-- Stored data follows --

//! `spokeshave shape JOB least-loss`.

use spokeshave::result::{Bound, LeastLoss, LossStation};
use spokeshave::rig::Rig;
use spokeshave::shape::adkins_liebeck::Wanted;
use spokeshave::shape::{self, Lift, LossTask};

use super::{Print, compared, told};
use crate::input::{Outcome, point_index};
use crate::table::{figure, table};

#[derive(clap::Args)]
pub(crate) struct Args {
    /// The flight point, which needs a speed; the first without it
    #[arg(long)]
    point: Option<String>,
    /// Thrust of one propeller, N; without thrust or power the drawn blade's
    #[arg(long, value_name = "N", conflicts_with = "power_w")]
    thrust_n: Option<f64>,
    /// Shaft power of one propeller, W
    #[arg(long, value_name = "W")]
    power_w: Option<f64>,
    /// Propeller rpm; without it the drawn blade's
    #[arg(long)]
    rpm: Option<f64>,
    /// The same lift coefficient at every station; without it each station has the chord of least drag for
    /// its lift
    #[arg(long)]
    cl: Option<f64>,
    /// Each station at its best incidence for its own Reynolds number
    #[arg(long, conflicts_with = "cl")]
    best_incidence: bool,
    /// Least chord, mm
    #[arg(long, value_name = "MM")]
    least_chord_mm: Option<f64>,
    /// Greatest chord, mm
    #[arg(long, value_name = "MM")]
    greatest_chord_mm: Option<f64>,
    /// Each station by itself, its lift not smoothed along the blade
    #[arg(long)]
    by_station: bool,
    /// No station more near the tip
    #[arg(long)]
    stations_as_drawn: bool,
    #[command(flatten)]
    print: Print,
}

pub(super) fn run(rig: &Rig, args: &Args) -> Outcome {
    let own = if args.best_incidence { Lift::BestIncidence } else { Lift::LeastDrag };
    let task = LossTask {
        point: point_index(rig, args.point.as_deref())?,
        wanted: args.thrust_n.map(Wanted::Thrust).or(args.power_w.map(Wanted::Power)),
        rpm: args.rpm,
        lift: args.cl.map_or(own, Lift::Coefficient),
        least_chord_m: args.least_chord_mm.map(|c| 1e-3 * c),
        greatest_chord_m: args.greatest_chord_mm.map(|c| 1e-3 * c),
        by_station: args.by_station,
        stations_as_drawn: args.stations_as_drawn,
    };
    told(shape::least_loss(rig, &task), &args.print, "least induced loss", text)
}

fn text(l: &LeastLoss) -> String {
    let header = ["r mm", "r/R", "chord mm", "angle °", "on the face °", "incidence °", "cl", "L/D", ""];
    format!(
        "Least induced loss at {}: {} km/h, {} rpm\n\
         designed: {} N, {} kW, efficiency {}; by blade elements there {} N, {} kW\n\n{}\n\n{}",
        l.flight_point,
        figure(Some(3.6 * l.airspeed_m_s), 1),
        figure(Some(l.rpm), 0),
        figure(Some(l.thrust_n), 1),
        figure(Some(1e-3 * l.power_w), 3),
        figure(Some(l.efficiency), 4),
        figure(Some(l.analysed_thrust_n), 1),
        figure(Some(1e-3 * l.analysed_power_w), 3),
        table(&header, l.stations.iter().map(row).collect()),
        compared(&l.flight_points)
    )
}

fn row(s: &LossStation) -> Vec<String> {
    let words = match s.bound {
        Bound::Free => "",
        Bound::LeastChord => "at the least chord",
        Bound::GreatestChord => "at the greatest chord",
        Bound::NearStall => "at the greatest chord, near stall",
    };
    vec![
        figure(Some(1e3 * s.radius_m), 1),
        figure(Some(s.radius_fraction), 3),
        figure(Some(1e3 * s.chord_m), 1),
        figure(Some(s.angle_deg), 2),
        figure(s.face_angle_deg, 2),
        figure(Some(s.angle_of_attack_deg), 2),
        figure(Some(s.cl), 3),
        figure(Some(s.lift_to_drag), 1),
        words.into(),
    ]
}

-- Stored data concluded --

Exactly the lines from the start of the entries through the one bearing "least_chord_m: args.least_chord_mm.map(|c| 1e-3" are to be output, with both ends included.

Result for this exercise:
//! `spokeshave shape JOB least-loss`.

use spokeshave::result::{Bound, LeastLoss, LossStation};
use spokeshave::rig::Rig;
use spokeshave::shape::adkins_liebeck::Wanted;
use spokeshave::shape::{self, Lift, LossTask};

use super::{Print, compared, told};
use crate::input::{Outcome, point_index};
use crate::table::{figure, table};

#[derive(clap::Args)]
pub(crate) struct Args {
    /// The flight point, which needs a speed; the first without it
    #[arg(long)]
    point: Option<String>,
    /// Thrust of one propeller, N; without thrust or power the drawn blade's
    #[arg(long, value_name = "N", conflicts_with = "power_w")]
    thrust_n: Option<f64>,
    /// Shaft power of one propeller, W
    #[arg(long, value_name = "W")]
    power_w: Option<f64>,
    /// Propeller rpm; without it the drawn blade's
    #[arg(long)]
    rpm: Option<f64>,
    /// The same lift coefficient at every station; without it each station has the chord of least drag for
    /// its lift
    #[arg(long)]
    cl: Option<f64>,
    /// Each station at its best incidence for its own Reynolds number
    #[arg(long, conflicts_with = "cl")]
    best_incidence: bool,
    /// Least chord, mm
    #[arg(long, value_name = "MM")]
    least_chord_mm: Option<f64>,
    /// Greatest chord, mm
    #[arg(long, value_name = "MM")]
    greatest_chord_mm: Option<f64>,
    /// Each station by itself, its lift not smoothed along the blade
    #[arg(long)]
    by_station: bool,
    /// No station more near the tip
    #[arg(long)]
    stations_as_drawn: bool,
    #[command(flatten)]
    print: Print,
}

pub(super) fn run(rig: &Rig, args: &Args) -> Outcome {
    let own = if args.best_incidence { Lift::BestIncidence } else { Lift::LeastDrag };
    let task = LossTask {
        point: point_index(rig, args.point.as_deref())?,
        wanted: args.thrust_n.map(Wanted::Thrust).or(args.power_w.map(Wanted::Power)),
        rpm: args.rpm,
        lift: args.cl.map_or(own, Lift::Coefficient),
        least_chord_m: args.least_chord_mm.map(|c| 1e-3 * c),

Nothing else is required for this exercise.